Esiste in francese l'espressione "Farsi trovare pronti"? 
Posso tradurla con "Se faire trouver prêts"?

In particolare, avrei la seguente frase: "I ristoranti non si sono fatti trovare pronti". L'ho tradotta con "Les restaurants ne se sont pas fait trouver prets".
E' corretta? 

Merci


----------



## matoupaschat

Ciao Passola,
Perlopiù "farsi trovare pronti" si traduce in "être prêt(s)" (fatti trovare pronto alle ore 21 => sois prêt à 21 heures). Nel caso dei ristoranti, suppongo significhi che non sono ancora aperti. In questo caso si dirà in francese "les restaurants n'étaient pas encore ouverts" (o "ne sont pas encore ouverts", a seconda del contesto).


----------



## albyz

Ciao Passola e Matou,

siccome ristoranti è al plurale, potrebbe voler indicare una situazione "generale" dove il "pronti" risulterebbe un sinonimo di impreparati. Magari erano anche aperti ma non in gradi di soddisfare ad esempio l'afflusso anomalo di clienti.
In tal caso si potrebbe tradurre con qualcosa del tipo: "Les restaurants ont manqué au rendez-vous/ont loupé le coche."
Sans le contexte ça reste une hypothèse


----------



## Paulfromitaly

matoupaschat said:


> Nel caso dei ristoranti, suppongo significhi che non sono ancora aperti. .

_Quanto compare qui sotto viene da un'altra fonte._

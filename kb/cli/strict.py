"""How every command is parsed: a value given but empty is refused, and Ctrl-C becomes an error of the family.

An empty value comes from an unset variable in a script (`--with "$BASE"`); left alone it would silently drop a base
from a check, or turn a search into "everything". It also lets the list of commands say the whole first sentence of
each.
"""

from __future__ import annotations

from collections.abc import Iterator
from typing import Any

from typer import Typer
from typer.core import TyperCommand

from kb.errors import Cancelled, InvalidRecord

MAY_BE_EMPTY = frozenset({"note"})
"""Parameters for which an empty text has a meaning of its own."""


class StrictCommand(TyperCommand):
    """A command whose parameters may be left out but not be empty."""

    def parse_args(self, ctx: Any, args: list[str]) -> list[str]:
        """Parse, then refuse empty texts.

        Raises:
            InvalidRecord: a parameter was given an empty text; the sentence names it.
        """
        rest = super().parse_args(ctx, args)
        if ctx.resilient_parsing:
            return rest
        for parameter in self.params:
            name = str(parameter.name)
            if name not in MAY_BE_EMPTY and any(not text.strip() for text in _texts(ctx.params.get(name))):
                is_option = parameter.param_type_name == "option"
                shown = max(parameter.opts, key=len) if is_option else name.upper()
                hint = "Give it a value." if parameter.required else "Give it a value, or leave it out."
                raise InvalidRecord(f"{shown} is empty.", hint, "")
        return rest

    def invoke(self, ctx: Any) -> Any:
        """Run the command; Ctrl-C raises Cancelled."""
        try:
            return super().invoke(ctx)
        except KeyboardInterrupt:
            raise Cancelled("Stopped.", "What was finished before is kept.") from None


def make_strict(app: Typer) -> None:
    """Let every command of an application and of its groups be parsed this way."""
    for command in app.registered_commands:
        command.cls = StrictCommand
        if command.short_help is None and command.callback is not None:
            command.short_help = (command.callback.__doc__ or "").strip().split(".\n")[0].split(". ")[0].rstrip(".")
    for group in app.registered_groups:
        if group.typer_instance is not None:
            make_strict(group.typer_instance)


def _texts(value: Any) -> Iterator[str]:
    for item in value if isinstance(value, list | tuple) else (value,):
        if isinstance(item, str):
            yield item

Non è detto, potrebbe significare qualcosa si più generale, quindi abbiamo bisogno di un contesto chiaro.


----------



## matoupaschat

Anche se non dovessimo avere mai il contesto esatto, mi pare importante sottolineare, per chi cerchi in futuro di tradurre "farsi trovare pronti/o", che non è mai possibile "se faire trouver prêts", non si dice in francese.


----------



## passola92

Scusate il ritardo, eccomi! Il contesto in realtà è completamente diverso: si parla del divieto di fumo nei locali. La frase è tratta da un testo che però, a mio avviso, non aiuta. Eccolo qui:

"C’era unimpegno legislativo a regolamentare severamente la tolleranza delfumare nei luoghi dove
si mangia apartire dal gennaio 2004: chi l’ha più visto? I locali salvoeccezioni non si sono fatti
trovare pronti:gli hanno compiacentemente regalato il rinvio di un anno."

Io, per tenermi al sicuro, ho tradotto semplicemente con "n'étaient pas prêts"


----------



## matoupaschat

Ciao Passola, 
Facevi bene se c'era fretta . Per essere più preciso, direi in questo caso "n'étaient pas prêts à temps/n'ont pas été prêts à temps" o "n'ont pas pu _être prêts en temps voulu/se mettre en règle à temps_"


----------